Step 5. use the ISO Alcohol to run through your extraction tube, and filters used on the BHO, clean anything left off into a separate container.

Step 6. pour some ISO into the container that has the BHO material. Swirl it around for no longer than five seconds and strain it back into the container you just poured into from step 5.

Step 7. PURGE Your new found hash any of the various ways you are able to. Hot plate works for ISO, do not attempt to purge any BHO inside while you can still clearly see the butane. Use hot water method OUTSIDE.

Step 8. Take a dab, and relax. In the past 2 hours you've gone from having NO bud to having some nice quality hash that would be more expensive than some regular shitty schwag going around. 

______

Step C. After you are done with the dabs, if you are smoking out of an oil rig or vape pen, you can reclaim the left overs. Run your rig through some ISO and reclaim at least 10-20 percent of the hash that you've put through there.

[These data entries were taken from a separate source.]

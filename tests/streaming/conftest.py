"""A registry that nothing was loaded into: each test names the plug-ins it wants."""

from __future__ import annotations

from collections.abc import Iterator

import pytest

from subside.hooks.registry import Registry, registry


@pytest.fixture(autouse=True)
def fresh_registry() -> Iterator[None]:
    """What the registry held comes back afterwards."""
    before = dict(vars(registry))
    vars(registry).clear()
    vars(registry).update(vars(Registry()))
    yield
    vars(registry).clear()
    vars(registry).update(before)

Follow these steps closely. If you are like me and smoke 1-2 oz a week, you can do this around every two weeks. The more weight, the bigger the yield.


----------



## Desr (May 18, 2014)

thats fucking great^ pretty sure im gonna make a cannabis recipe book for like edibles and extracts, cool little useful shit like this..tips and tricks lol, and get out your bobby pins!!!resin when no weed..and duff. and friends. lol


----------



## DGL cultivates with J2 (May 25, 2014)

dude i have nasty bipolar trips when im dry haha if your in or near riverside ca msg me ill leave a g in a bush somewhere LOL.


----------



## applejohnny (May 30, 2014)

Just enjoy being clear headed for a while.


----------



## DGL cultivates with J2 (Jun 1, 2014)

applejohimo said:


> Just enjoy being clear headed for a while.


Horrible advice imo lol


----------



## greenlikemoney (Jun 1, 2014)

qwizoking said:


> i smoke 2-3oz a week normally its pretty hard to fill that need, even with my perp grow


That's quite a hefty schedule dude, kudos !!!!!!!!


----------



## Da Mann (Jun 1, 2014)

learning05 said:


> Hate being out. Dealer won't respond. Kinda broke. Plants still aren't near harvest. sigh...


I don't know. Never happened. I know it sucks to run out of cigs Poor Guy.


----------



## applejohnny (Jun 1, 2014)

DGL cultivates with J2 said:


> Horrible advice imo lol


Actually that's the best possible advice from someone who has smoked for 30+ years  Take it or leave it...


----------



## ayr0n (Jun 1, 2014)

This:


applejohnny said:


> Just enjoy being clear headed for a while.





BeastGrow said:


> just remember the longer you go without, the higher you will get when you return


I'm never really in a situation where I can't get some (even on vacation you can find it, just gotta be careful), but I do like breaks. Gives me time to break up my typical routine / cycle, look at things from a different perspective for a while, clear out my tolerance, and save a little $.


----------



## MFB (Jun 1, 2014)

I haven't been without weed in a couple years. I have a lot of weed connections so even if I run out I can get some. 

I use it routinely, I am sure I would have some kind of a mood swing if I stop. The first couple days I would probably be scraping bowls and smoking roaches. I use a G Pen a lot now though, so not much resin or roaches as in the past. 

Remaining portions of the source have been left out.